Normality is a hard thing to measure, however. In what ways do we mean normal? Depending on the situation that might mean physical attributes, actions, or behaviors, or perhaps something else entirely. A much easier question to answer is "what is average?" Once we know what the statistical average of something, then it is much easier to determine whether what we're analyzing deviates significantly from the baseline.
None of what I've said above is particularly controversial. Yet in the very action of picking a baseline and deciding deviancy from said baseline can cause great friction.
People naturally feel itchy around statistics, or even just the vague idea of human engineering. Part of it is that thinking statistically is not natural for humans, which leads to the uncomfortable feeling that sabermetric style will lead to some kind of Orwellian nightmare.
Let's not fall to deep in the despairs of literary critique, however. What is facing the Diamondbacks fandom is the threat of dismal due to regression to the mean. It's the concept driving virtually every argument that the D-backs will slide backwards from 2012, and it isn't particularly nice. It also is almost certainly true.
For the sake of putting us all on the same page, I'll briefly describe regression to the mean. It conceptually fleshes out what I described at the beginning of the piece: that there is some kind of known or estimable mean, and that any deviation from it is more likely to be then followed by a return to the mean. In other words, if Shaq is a 52.7% free throw shooter, and he shoots 90% one night, what should we expect in the next game? Did he suddenly learn how to shoot free throws? No, he likely had an incredibly deviated night and we should more than expect the next game to be somewhere between 90% and 52.7%.
The process of figuring out exactly where between those two numbers it will be is the tricky part.

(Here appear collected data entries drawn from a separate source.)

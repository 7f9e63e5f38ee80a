import { describe, expect, it } from "vitest";
import { parsePlaces, placesText } from "@/components/run-editor/place-entry";
import { parseProvenance } from "@/components/run-editor/provenance-entry";
import { isTable, pastedCells } from "@/components/run-editor/paste";

describe("a Joint cell", () => {
  it.each([
    ["f", { in: "field" }],
    ["field out", { out: "field" }],
    ["out field", { out: "field" }],
    ["field in, fit out", { in: "field", out: "field-fit" }],
    ["branch fit", { branch: "field-fit" }],
    ["field bolts", { bolts: "field" }],
    ["bolts shop", { bolts: "shop" }],
    ["f, shop bolts", { in: "field", bolts: "shop" }],
    ["shop", {}],
    ["", {}],
  ])("reads %s", (text, places) => {
    const result = parsePlaces(text, "in");
    expect(result).toMatchObject({ ok: true, value: places });
    if (result.ok) expect(parsePlaces(placesText(result.value, "in"), "in")).toMatchObject({ value: places });
  });

  it("means the far weld at a run's first point", () => {
    expect(parsePlaces("f", "out")).toMatchObject({ value: { out: "field" } });
  });

  it.each(["somewhere", "in", "field nowhere", "bolts"])("says what to type for %s", (text) => {
    expect(parsePlaces(text, "in")).toMatchObject({ ok: false, message: expect.stringContaining("Type shop, field or fit") });
  });
});

describe("bolted faces in a Joint cell", () => {
  it("keep their place when the cell is taken as it stands", () => {
    const places = { in: "field", bolts: "shop" } as const;
    expect(parsePlaces(placesText(places, "in"), "in")).toMatchObject({ ok: true, value: places });
  });
  it("are never trimmed to fit", () => {
    expect(parsePlaces("fit bolts", "in")).toMatchObject({ ok: false, message: expect.stringContaining("shop or field") });
  });
});

describe("a Source cell", () => {
  it.each([["m", "measured"], ["d", "from-drawing"], ["drawing", "from-drawing"], ["calc", "calculated"], ["Assumed", "assumed"]])("reads %s", (text, kind) => {
    expect(parseProvenance(text)).toMatchObject({ ok: true, value: kind });
  });
  it("refuses another word", () => {
    expect(parseProvenance("maybe")).toMatchObject({ ok: false });
    expect(parseProvenance("x")).toMatchObject({ ok: false });
  });
});

describe("rows from a spreadsheet", () => {
  const target = { runId: "r", row: 2, column: "move" } as const;
  it("lays lines down and columns to the right", () => {
    const cells = pastedCells("e 3-0\tgate\nu 2-0\t\tf\n", target);
    expect(cells.map((cell) => [cell.target.row, cell.target.column, cell.text])).toEqual([
      [2, "move", "e 3-0"], [2, "item", "gate"], [3, "move", "u 2-0"], [3, "joint", "f"],
    ]);
  });
  it("joins three numbers into one offset", () => {
    expect(pastedCells("2-0\t0\t-1-0\ttee", target).map((cell) => cell.text)).toEqual(["2-0, 0, -1-0", "tee"]);
  });
  it("leaves a plain entry alone", () => {
    expect(isTable("e 3-0")).toBe(false);
    expect(isTable("e 3-0\tgate")).toBe(true);
  });
});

Shaq very well could shoot worse than 52.7% the next night, or he has small possibility to shoot much closer to 90%. But, through the magic of statistics, we know that overwhelmingly the smart "bet" would be to assume the number will be closer to the baseline. This only works, of course, if the initial mean of 52.7% actually is true. I think we can assume it is closer to being true for Shaq, given he played in 1200 games.
So to take this framework and apply it to the Diamondbacks, we would look at the various performance metrics and ask ourselves whether or not that player went beyond his baseline, or is the 2012 closer to the real number? It's difficult to say, because it depends on the sample size of each player. If it's a rookie, or even a guy with only a couple years of experience, we can't really say he won't get better. But there does reach a certain point when we can't expect a player to have a major jump in production. It's that assumption that is weighing down the projections for the Diamondbacks in 2012.
Even a slight regression towards the mean doesn't suppose awfulness. The Diamondbacks could have a very good year because other players will have career years, or perhaps the Giants will be particularly bad, or some other unpredictable event that we can't consider. It shouldn't be assumed that because the question has been raised that we don't support particular players, or that we're lousy fans. We're all trying to get to the same place.